Books about writing are a great source of inspirational soundbites and quotations to be shared on Instagram (see the @publishingtalk Instagram account for some examples). But they are also a source of practical advice to be absorbed and used to develop your own craft. Furthermore, many lift the lid on the process and offer an insight into your favourite writers’ working methods.
Try the following for starters. In the first of an occasional series on books for writers, here are some of the books I have enjoyed and found useful. But I’m sure you have your own favourites. Please add your recommendations in the comments below.
1. On Writing
– A Memoir of the Craft, by Stephen King
What you will learn: To write truthfully.
On Writing is probably the most-quoted book on writing. Stephen King’s critically lauded, million-copy bestseller shares the experiences, habits, and convictions that have shaped him and his work. Immensely helpful and illuminating to any aspiring writer.
“Writing isn’t about making money, getting famous, getting dates, getting laid, or making friends. In the end, it’s about enriching the lives of those who will read your work, and enriching your own life, as well. It’s about getting up, getting well, and getting over. Getting happy, okay? Getting happy.”
– Stephen King, On Writing
– A Writer on Writing, by Margaret Atwood
What you will learn: What it means to be a writer.
Margaret Atwood is one of my favourite authors, and she too has her own book ‘on writing.’ But this isn’t so much a book about how to write, as about what it means to be a writer.
“What is this writing, anyway, as a human activity or a vocation, or as a profession, or as a hack job, or perhaps even as an art, and why do so many people feel compelled to do it?”

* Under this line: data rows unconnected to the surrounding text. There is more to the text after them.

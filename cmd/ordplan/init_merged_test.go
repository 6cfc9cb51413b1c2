package main

import (
	"os"
	"path/filepath"
	"strings"
	"testing"

	"github.com/xuri/excelize/v2"
)

// ordplan init describes a workbook's column whose cells merged cells
// cover (a site written once per block of rows) as not readable, lists no
// merged range among its values or levels, and proposes it neither as a
// predictor nor as the outcome, so that check passes the plan it wrote;
// a plan that reads the column is refused at the first covered cell.
func TestInitMergedCells(t *testing.T) {
	dir := t.TempDir()
	rows := [][]any{{"y", "site", "x"}}
	for i := 0; i < 24; i++ {
		rows = append(rows, []any{1 + i%3, map[bool]any{true: []string{"north", "south"}[i/12], false: nil}[i%12 == 0], float64(i%5) / 4})
	}
	book := bookOf(t, rows, func(f *excelize.File) {
		f.MergeCell("Sheet1", "B2", "B13")
		f.MergeCell("Sheet1", "B14", "B25")
	})
	data := filepath.Join(dir, "m.xlsx")
	if err := os.WriteFile(data, book, 0o644); err != nil {
		t.Fatal(err)
	}
	planPath := filepath.Join(dir, "m.yaml")
	if _, errs, code := runCLI("init", planPath, "--data", data); code != 0 {
		t.Fatal(errs)
	}
	text, err := os.ReadFile(planPath)
	if err != nil {
		t.Fatal(err)
	}
	hasEach(t, string(text),
		"#   site  merged cells (B2:B13, B14:B25) cover some of its cells, which hold no value of their own: not readable by ordplan until they are unmerged and each row's value written in its own cell\n",
		"predictors: [x]\n",
	)
	if strings.Contains(string(text), "(merged cells") {
		t.Errorf("a merged range among the values:\n%s", text)
	}
	if _, errs, code := runCLI("check", planPath); code != 0 {
		t.Errorf("check of the plan init wrote: exit %d\n%s\n%s", code, errs, text)
	}
	_, errs, code := runCLI(fitArgs(data, "--predictors", "x,site|levels=north/south")...)
	if want := `m.xlsx:3: column "site": cell B3 is one of the merged cells B2:B13, whose one value, held by B2, the sheet shows across them all: unmerge them and write each row's value in its own cell`; code != 1 || !strings.Contains(errs, want) {
		t.Errorf("fit reading the merged column: exit %d, want %q in\n%s", code, want, errs)
	}
}
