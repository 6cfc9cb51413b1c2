package main

import (
	"os"
	"path/filepath"
	"strings"
	"testing"
	"time"

	"ordplan/runner/queue"
	"ordplan/runner/queue/localserver"
)

// A queue server that asks for a user name and password is reached by a
// worker given --queue-login FILE and by a run given the same file through
// ORDPLAN_QUEUE_LOGIN; the run writes a local run's bytes, and no output,
// log line or run.json shows the password. A wrong password is refused in
// one line naming the login file (Q17), without the password.
func TestQueueLoginFile(t *testing.T) {
	plan, local, remote := localReference(t, "gss_grid")
	dir := t.TempDir()
	url := localserver.ForTestWith(t, localserver.Options{Logins: map[string]string{"ordplan": "hunter2-pw-s3cret"}})
	login, wrong := filepath.Join(dir, "queue.login"), filepath.Join(dir, "wrong.login")
	os.WriteFile(login, []byte("ordplan\nhunter2-pw-s3cret\n"), 0o600)
	os.WriteFile(wrong, []byte("ordplan\nhunter2-wrong\n"), 0o600)

	w := startProc(t, nil, "worker", "--queue", url, "--queue-login", login, "--name", "w1", "--jobs", "1", "--ack-wait", "2s", "--cache", t.TempDir())
	w.waitLog(t, 20*time.Second, "ready")
	t.Setenv(queue.EnvLogin, login)
	r := waitRun(t, runAsync("run", plan, "--out", remote, "--queue", url), 120*time.Second)
	sameOutputs(t, local, remote)
	shown := r[0] + r[1] + w.stderr.String()
	for _, f := range outputFiles {
		b, _ := os.ReadFile(filepath.Join(remote, f))
		shown += string(b)
	}
	if strings.Contains(shown, "hunter2") {
		t.Error("the password is shown in the outputs or the logs")
	}

	_, errs, code := runCLI("worker", "--queue", url, "--queue-login", wrong, "--cache", t.TempDir(), "--name", "w-wrong")
	want := "ordplan worker w-wrong: queue " + url + ": the server refused the credentials, those of the login file (--queue-login) " + wrong + ": check them against the server's authorization settings"
	if code != exitFail || !strings.Contains(errs, want) || strings.Count(strings.TrimSpace(errs), "\n") != 0 || strings.Contains(errs, "hunter2") {
		t.Errorf("a wrong password: exit %d:\n%s\nwant %s", code, errs, want)
	}
}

– Margaret Atwood, Negotiating with the Dead
– A Twenty-First-Century Guide to Sailing the Sea of Story, by Ursula K. Le Guin
What you will learn: To critique your own work.
It’s unsurprising that so many books for writers are written by writers – and this is Ursula K. Le Guin’s. A deceptively short and simple guide to the craft of writing, it started as a course she gave to aspiring writers. Over 10 chapters she addresses the fundamentals of narrative, from the sound of language to sentence construction to point of view. Each chapter combines examples from the global canon with Le Guin’s own witty commentary and an exercise you can do solo or in a group. She also offers a guide to working in writing groups, both face-to-face and online.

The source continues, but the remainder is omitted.